fn lower_with(
    ws: &Workspace,
    files: &[FileId],
    config: &Config,
    memory: Memory,
) -> (Library, Vec<Diagnostic>) {
    let mut l = Lowering {
        ws,
        config,
        lib: Library {
            files: files.to_vec(),
            ..Library::default()
        },
        diags: Vec::new(),
        aliases: HashMap::default(),
        by_key: Arc::default(),
        by_text: Arc::default(),
        ahead: Vec::new(),
        taken: 0,
    };
    let count = l.reserve(files);
    // One unit reader per file, for both passes.
    let readers: Vec<UnitReader> = files.iter().map(|&file| l.reader(file)).collect();
    for (&file, reader) in files.iter().zip(&readers) {
        for s in &ws.file(file).syntax.statements {
            if let StatementKind::Species { alias, formula } = &s.kind {
                l.species_statement(file, reader, s, alias.as_ref(), formula.as_ref());
            }
        }
    }
    // Names and mixtures are read in statement order, since species are
    // numbered as they are first met. The rest of each reaction (its places,
    // its data and whether its label was used before) depends on nothing
    // but the statements, and is read meanwhile on another core (large
    // libraries); the terms join it afterwards, when the balance is checked
    // on every core.
    let clock = crate::checks::Phases::start();
    let aside = crate::parallel::cores() > 1 && count >= PARALLEL_REACTIONS;
    let (ws, config, readers) = (l.ws, l.config, &readers);
    let names_and_heads = |l: &mut Lowering<'_>| {
        l.settle_names_ahead(files, aside, memory);
        clock.mark("species names");
        let mut heads = Vec::with_capacity(count);
        for (&file, reader) in files.iter().zip(readers) {
            for s in &ws.file(file).syntax.statements {
                match &s.kind {
                    StatementKind::Reaction {
                        equation: Some(eq), ..
                    } => heads.push(l.reaction_head(file, eq)),
                    StatementKind::Mixture { name } => {
                        l.mixture_statement(file, reader, s, name.as_ref())
                    }
                    _ => {}
                }
            }
        }
        // Every species text was taken; the queue is freed before the
        // reactions are finished.
        debug_assert_eq!(l.taken, l.ahead.len());
        l.ahead = Vec::new();
        clock.mark("reaction heads");
        heads
    };
    let shells = || Lowering::reaction_shells(ws, config, files, readers, count);
    let (heads, (shells, shell_diags)) = if aside {
        crate::parallel::both(|| names_and_heads(&mut l), shells)
    } else {
        (names_and_heads(&mut l), shells())
    };
    l.diags.extend(shell_diags);
    l.finish_reactions(shells, heads, aside);
    clock.mark("reaction bodies");
    l.lib.reactions.shrink_to_fit();
    l.lib.species.shrink_to_fit();
    (l.lib, l.diags)
}

/// The species of a reaction statement as read in statement order,
/// waiting to be joined to the rest of the reaction.
struct ReactionHead<'a> {
    file: FileId,
    equation: &'a ast::Equation,
    terms: Vec<Term>,
    /// False when a species could not be read.
    complete: bool,
}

_ _ _

WHAT YOU HAVE TO DO:
Within the data above, filter for lines containing the word "taken" and copy each one.

ANSWER BOX:
        taken: 0,
        // Every species text was taken; the queue is freed before the
        debug_assert_eq!(l.taken, l.ahead.len());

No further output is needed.